_WHAT THE TASK REQUIRES_. Only lines containing "where" belong in the answer, each copied from the entries below.

_MATERIAL TO PROCESS_.
----------------------------------------
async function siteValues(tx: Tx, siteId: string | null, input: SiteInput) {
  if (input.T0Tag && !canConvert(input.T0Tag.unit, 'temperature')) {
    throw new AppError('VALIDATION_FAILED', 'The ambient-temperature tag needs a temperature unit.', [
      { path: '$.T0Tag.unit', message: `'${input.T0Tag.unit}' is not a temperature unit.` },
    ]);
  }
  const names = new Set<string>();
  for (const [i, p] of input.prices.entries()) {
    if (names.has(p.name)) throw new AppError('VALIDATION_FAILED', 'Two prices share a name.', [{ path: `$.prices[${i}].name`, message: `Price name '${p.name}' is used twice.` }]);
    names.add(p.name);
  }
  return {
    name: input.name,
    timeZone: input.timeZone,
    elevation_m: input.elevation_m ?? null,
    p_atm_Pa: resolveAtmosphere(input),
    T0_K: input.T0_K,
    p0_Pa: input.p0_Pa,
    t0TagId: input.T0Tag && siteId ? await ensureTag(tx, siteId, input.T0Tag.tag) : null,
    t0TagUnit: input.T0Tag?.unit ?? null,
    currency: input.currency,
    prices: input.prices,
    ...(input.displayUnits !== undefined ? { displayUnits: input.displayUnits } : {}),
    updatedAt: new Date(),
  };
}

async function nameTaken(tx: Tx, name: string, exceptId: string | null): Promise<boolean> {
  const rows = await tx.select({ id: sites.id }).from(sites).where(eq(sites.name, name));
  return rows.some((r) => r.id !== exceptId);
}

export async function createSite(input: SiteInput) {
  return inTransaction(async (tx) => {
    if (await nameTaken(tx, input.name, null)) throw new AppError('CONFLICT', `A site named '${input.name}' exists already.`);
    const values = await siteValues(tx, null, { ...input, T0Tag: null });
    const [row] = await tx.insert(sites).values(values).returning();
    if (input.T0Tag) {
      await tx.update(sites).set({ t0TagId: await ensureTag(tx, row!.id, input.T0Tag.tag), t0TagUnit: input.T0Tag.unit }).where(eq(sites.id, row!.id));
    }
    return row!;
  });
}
----------------------------------------
_WRITTEN RESPONSE_.
  const rows = await tx.select({ id: sites.id }).from(sites).where(eq(sites.name, name));
      await tx.update(sites).set({ t0TagId: await ensureTag(tx, row!.id, input.T0Tag.tag), t0TagUnit: input.T0Tag.unit }).where(eq(sites.id, row!.id));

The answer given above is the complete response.